Chapter 3 Methods for estimating causal effects in longitudinal data
6.5 Discussion
For our example scenario, our simulations broadly aligned with our expectations. That is, both the g-formula and microsimulation faithfully replicated the true natural and counterfactual histories of the population when they correctly modelled the data-generating process of the population. Our results also suggested that small mis-specifications in this context don’t make substantial differences for either the g-formula or microsimulation, but that more serious mis- specifications were more likely to negatively impact MSMs. It can be interpreted with cautious optimism that the most accurate results were produced by the most plausible hypothesised autocorrelation structures (i.e. AS1 and AS2). However, our simulations were deliberately simplified and thus the magnitude of any biases should not be assumed to be transferrable to other contexts.
Our sensitivity analyses produced a larger divergence between the correctly specified and slightly mis-specified autocorrelation structures, and provided evidence for the g-formula being more robust to small mis-specifications in the data-generating process. However, the magnitude of these differences was still relatively modest, suggesting they also may be the result of some other structural factor(s) present in the example context chosen. For instance, both obesity and diabetes were simulated to have a strong serial correlation, reflecting that they are conditions which are difficult to transition out of; the probability of becoming non- obese at any given time point ranged between 0.03 and 0.05 in the original simulation,
whereas the probability of becoming non-diabetic was zero. Moreover, diabetes incidence was simulated to be very low in absolute terms, both in the original simulation and subsequent sensitivity analyses. Across other contexts, in which individuals can more easily transition in and out of different states, the differences might become more pronounced.
Despite the g-formula being potentially more robust to mis-specifications than
microsimulation, it is worth keeping in mind that the utility of MSMs lies in their ability to produce estimates of a future population, which are inherently uncertain; thus, those employing MSMs may be more willing to sacrifice a certain degree accuracy and/or precision for the sake of utility. Nevertheless, where possible, researchers would benefit from modelling different plausible data-generation processes as sensitivity analyses.
6.5.1 Limitations and future work
Our simulations were deliberately simplified in several respects. First, we considered only three binary variables (i.e. sex, obesity, and diabetes), when in reality there are many others which are likely relevant to the causal processes of interest. This simplification also meant that the conditional probabilities of each variable could be nonparametrically estimated using both methods. Second, the true data-generating process (as depicted in Figure 6.1) had only first- order autocorrelation, i.e. where variables at one time point did not affect any future variables except for those in the immediately subsequent time point. For example, obesity status at time
𝑡 was dependent only on variables at time 𝑡 − 1 and not on any variables at time 𝑡 − 2. Third, as simulated, the true probabilities governing transitions in and out of obesity were the same for every time point, which could be interpreted as representing no change in the underlying obesogenic environment. We did not consider a situation involving transition problems which changed over time. We suspect that had the true data-generating process been more complex, and had the true transition probabilities been simulated to change over time, mis-
specifications in the hypothesised data-generating process when using the g-formula and microsimulation would have been more consequential.

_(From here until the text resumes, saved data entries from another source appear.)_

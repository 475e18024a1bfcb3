//! The ring of Laurent polynomials against the naive reference, and its own laws.

use mainspring::algebra::monomial::{Monomial, Var};
use mainspring::algebra::number::{Rational, rational};
use mainspring::algebra::polynomial::Poly;
use num_traits::Zero;
use proptest::prelude::*;

use crate::generate::{coefficient, laurent, monomial, nonzero};
use crate::reference::Naive;

const P: u64 = (1 << 61) - 1;

fn at(v: Var) -> u64 {
    7_919 * (v.index() as u64 + 3)
}

proptest! {
    #![proptest_config(ProptestConfig::with_cases(300))]

    #[test]
    fn operations_agree_with_the_reference(a in laurent(), b in laurent(), v in 0u32..4) {
        for (result, expected) in [
            (&a + &b, Naive::of(&a).add(&Naive::of(&b))),
            (&a * &b, Naive::of(&a).mul(&Naive::of(&b))),
            (&a - &b, Naive::of(&a).add(&Naive::of(&b.scale(&rational(-1, 1))))),
            (a.formal_derivative(Var::new(v)), Naive::of(&a).derivative(v as usize)),
            (Poly::sum(vec![a.clone(), b.clone(), a.clone()]), Naive::of(&a).add(&Naive::of(&b)).add(&Naive::of(&a))),
        ] {
            prop_assert!(result.is_canonical(), "{:?}", result);
            prop_assert_eq!(Naive::of(&result), expected);
        }
    }

    #[test]
    fn ring_axioms(a in laurent(), b in laurent(), c in laurent()) {
        prop_assert_eq!(&(&a + &b) + &c, &a + &(&b + &c));
        prop_assert_eq!(&(&a * &b) * &c, &a * &(&b * &c));
        prop_assert_eq!(&a * &b, &b * &a);
        prop_assert_eq!(&a * &(&b + &c), &(&a * &b) + &(&a * &c));
        prop_assert_eq!(&a - &a, Poly::zero());
        prop_assert_eq!(&a * &Poly::one(), a.clone());
        prop_assert_eq!(&a + &(-&a), Poly::zero());
        prop_assert_eq!(a.pow(3), &(&a * &a) * &a);
    }

    #[test]
    fn the_order_of_monomials_is_a_group_order(a in monomial(4, -3..=3), b in monomial(4, -3..=3), c in monomial(4, -3..=3)) {
        prop_assert_eq!(a.cmp(&b), a.mul(&c).cmp(&b.mul(&c)));
        prop_assert_eq!(a.cmp(&b), b.inverse().cmp(&a.inverse()));
        prop_assert_eq!(a.mul(&b).div(&b), a.clone());
        let differing = (0..4).map(Var::new).find(|&v| a.exponent(v) != b.exponent(v));
        let expected = differing.map_or(std::cmp::Ordering::Equal, |v| a.exponent(v).cmp(&b.exponent(v)));
        prop_assert_eq!(a.cmp(&b), expected);
    }

    #[test]
    fn laurent_division_inverts_multiplication(a in laurent(), b in laurent(), c in laurent()) {
        let b = nonzero(b);
        let product = &a * &b;
        prop_assert_eq!(product.div_exact(&b), Some(a.clone()));
        // A quotient, when there is one, multiplies back.
        if let Some(q) = (&product + &c).div_exact(&b) {
            prop_assert_eq!(&q * &b, &product + &c);
        } else {
            prop_assert!(c.div_exact(&b).is_none());
        }
    }

    #[test]
    fn the_primitive_part_multiplies_back(a in laurent()) {
        let split = a.primitive();
        prop_assert_eq!(split.part.mul_term(&split.content, &split.monomial), a.clone());
        prop_assert!(split.part.is_canonical());
        if !a.is_zero() {
            prop_assert!(split.part.denominator().is_one());
            prop_assert!(split.part.raw_terms()[0].1.signum() > 0);
            prop_assert!(split.part.vars().iter().all(|&v| split.part.low_degree(v) == 0));
            let content = split.part.raw_terms().iter().fold(split.part.raw_terms()[0].1.clone(), |g, (_, c)| g.gcd(c));
            prop_assert!(content.abs().is_one());
        }
    }

    #[test]
    fn product_rule(a in laurent(), b in laurent(), v in (0u32..4).prop_map(Var::new)) {
        let both = &(&a.formal_derivative(v) * &b) + &(&a * &b.formal_derivative(v));
        prop_assert_eq!((&a * &b).formal_derivative(v), both);
    }

    #[test]
    fn coefficients_and_groups_add_up(a in laurent(), v in (0u32..4).prop_map(Var::new)) {
        let parts = a.coefficients(v);
        prop_assert!(parts.windows(2).all(|w| w[0].0 > w[1].0));
        prop_assert!(parts.iter().all(|(_, c)| !c.contains(v) && c.is_canonical()));
        let whole = parts.iter().map(|(e, c)| c.mul_monomial(&Monomial::power(v, *e))).sum::<Poly>();
        prop_assert_eq!(whole, a.clone());
        let groups = a.collect(|w| w.index() % 2 == 0);
        prop_assert!(groups.windows(2).all(|w| w[0].0 > w[1].0));
        prop_assert_eq!(groups.iter().map(|(m, c)| c.mul_monomial(m)).sum::<Poly>(), a);
    }

    #[test]
    fn evaluation_is_a_homomorphism(a in laurent(), b in laurent(), x in coefficient(), v in (0u32..4).prop_map(Var::new)) {
        let mod_p = |p: &Poly| p.eval_mod(P, &mut at);
        let times = |x: u64, y: u64| (u128::from(x) * u128::from(y) % u128::from(P)) as u64;
        prop_assert_eq!(mod_p(&(&a + &b)), mod_p(&a).zip(mod_p(&b)).map(|(x, y)| (x + y) % P));
        prop_assert_eq!(mod_p(&(&a * &b)), mod_p(&a).zip(mod_p(&b)).map(|(x, y)| times(x, y)));
        prop_assume!(!x.is_zero());
        let by = Poly::constant(&x);
        prop_assert_eq!((&a * &b).substitute(v, &by), &a.substitute(v, &by) * &b.substitute(v, &by));
        let mut point = |w: Var| if w == v { x.clone() } else { rational(2 + w.index() as i64, 3) };
        let direct = a.eval(&mut point);
        let step = a.substitute(v, &by).eval(&mut |w| rational(2 + w.index() as i64, 3));
        prop_assert_eq!(direct, step);
    }

    #[test]
    fn substituting_a_sum_agrees_with_the_value(a in laurent(), b in laurent(), v in (0u32..4).prop_map(Var::new)) {
        let point = |w: Var| rational(3 + 2 * w.index() as i64, 5);
        let value: Rational = b.eval(&mut |w| point(w)).unwrap_or_default();
        let direct = a.eval(&mut |w| if w == v { value.clone() } else { point(w) });
        if let Some(composed) = a.try_substitute(v, &b) {
            prop_assert_eq!(composed.eval(&mut |w| point(w)), direct);
        } else {
            prop_assert!(a.low_degree(v) < 0 && b.len() != 1);
        }
    }
}

#[test]
fn a_product_beyond_one_chunk_is_the_same_sum() {
    let long = |seed: u32, n: u32| {
        let terms = (0..n).map(|k| {
            let k = (k * 2_654_435 + seed) % 1_000_003;
            (
                Monomial::from_pairs([(Var::new(k % 5), (k / 5 % 40) as i32), (Var::new(5 + k % 3), 1)]),
                rational(k.into(), 1),
            )
        });
        Poly::from_terms(terms.collect())
    };
    let (a, b) = (long(1, 1_300), long(7, 1_300));
    let half = |p: &Poly, low: bool| {
        let skip = if low { p.len() / 2 } else { 0 };
        let keep = if low { p.len() } else { p.len() / 2 };
        Poly::from_terms(p.terms().take(keep).skip(skip).map(|(m, c)| (m.clone(), c)).collect())
    };
    let parts = [(true, true), (true, false), (false, true), (false, false)];
    let sum = parts.map(|(x, y)| &half(&a, x) * &half(&b, y)).into_iter().sum::<Poly>();
    assert_eq!(&a * &b, sum);
}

Other limitations include that we did not consider interventions which varied over the course of the simulation, and that one of the hypothesised autocorrelation structures considered (i.e. AS3, in Figure 6.5) was so simple that it is unlikely to be encountered in practical applications. Nevertheless, it was chosen as part of a broad range of possible data-generating processes. We also did not consider the added complexity of parameterising our MSMs with estimates from different datasets, as this was not the primary focus of this particular research.27 Future
simulations are warranted to explore these issues, with the current simulation providing a foundation for doing so.
6.6 Summary
Microsimulation provides a promising method for estimating causal effects in a longitudinal setting via the simulation counterfactual scenarios. This chapter demonstrates the utility of DAGs for understanding how specification of data-generating processes impacts on estimation of both natural and counterfactual histories. DAGs are also demonstrated to be an invaluable tool for clearly explicating the assumptions made about the causal structure of an MSM, thereby aiding interpretability and reproducibility. The simulations presented in this chapter provide a framework for evaluating individual-based simulation methods intended for causal inference, and inform how the robustness and reliability of such methods may be improved by accurately capturing data-generating processes.
27 Murray, E.J. et al. (99) have begun to explore this issue, and provide a useful starting point for
considering some of the potential issues arising from the combination of parameter estimates which have come from populations which differ in their distribution of unmeasured confounders.